We are delighted to announce that, though published just this month, Frans G. Bengtsson’s The Long Ships has already received two reviews. The San Francisco Chronicle and NPR.org both herald Bengtsson’s novel as a thrilling, intrigue-filled read perfect for the summer.
The Long Ships, originally published in Swedish in 1941, is an epic adventure set in the fantastic world of the tenth century AD. The NYRB Classics edition includes an introduction by long-time enthusiast Michael Chabon, who calls it “a novel with the potential to please every literate human being.”

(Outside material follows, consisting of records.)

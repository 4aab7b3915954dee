package main

import (
	"fmt"
	"os"

	"github.com/spf13/cobra"
	"github.com/spf13/cobra/doc"
)

// newManCommand writes one man page (section 1) per command into a
// directory, made with cobra's doc package (go-md2man).
func newManCommand(root *cobra.Command) *cobra.Command {
	return &cobra.Command{
		Use:   "man [flags] DIR",
		Short: "write the man pages (section 1) into a directory",
		Long: `Writes one man page per command (fadeloop.1, fadeloop-run.1, ...) into
DIR, creating it if needed.

Examples:
  fadeloop man ./man1
  man -l ./man1/fadeloop-run.1`,
		RunE: func(c *cobra.Command, args []string) error {
			if len(args) != 1 {
				return badInputf("give one directory, got %d arguments", len(args))
			}
			dir := args[0]
			if err := os.MkdirAll(dir, 0o755); err != nil {
				return badInputf("%s: %v", dir, err)
			}
			root.DisableAutoGenTag = true
			hdr := &doc.GenManHeader{Title: "FADELOOP", Section: "1", Source: "fadeloop " + versionString(), Manual: "fadeloop manual"}
			if err := doc.GenManTree(root, hdr, dir); err != nil {
				return err
			}
			fmt.Fprintf(c.ErrOrStderr(), "wrote man pages to %s\n", dir)
			return nil
		},
	}
}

Chabon is also the novel’s reviewer and recommender for The San Francisco Chronicle, where he champions The Long Ships as this summer’s most exciting read: “It’s thrilling, beautifully written, dry and witty and touching, a classic but little-known historical adventure novel by the Swedish novelist, just out in a handsome reprint from the New York Review of Books, though marred by a tiresome introduction by some windbag.”
Michael Schaub, writing for NPR.org, places The Long Ships at the top of his list of “Historical Fiction: The Ultimate Summer Getaway.” “If you want to be taken back to a time when, say, the ocean was full of Viking long ships instead of leaking oil,” he writes, “wait no more… Even readers with zero interest in the Europe of a millennium ago will want to keep turning the pages. All novels should be so lucky as to age this well.”
Schaub and Chabon agree that The Long Ships is a timelessly entertaining text—it is an escapist indulgence perfect for the summer months.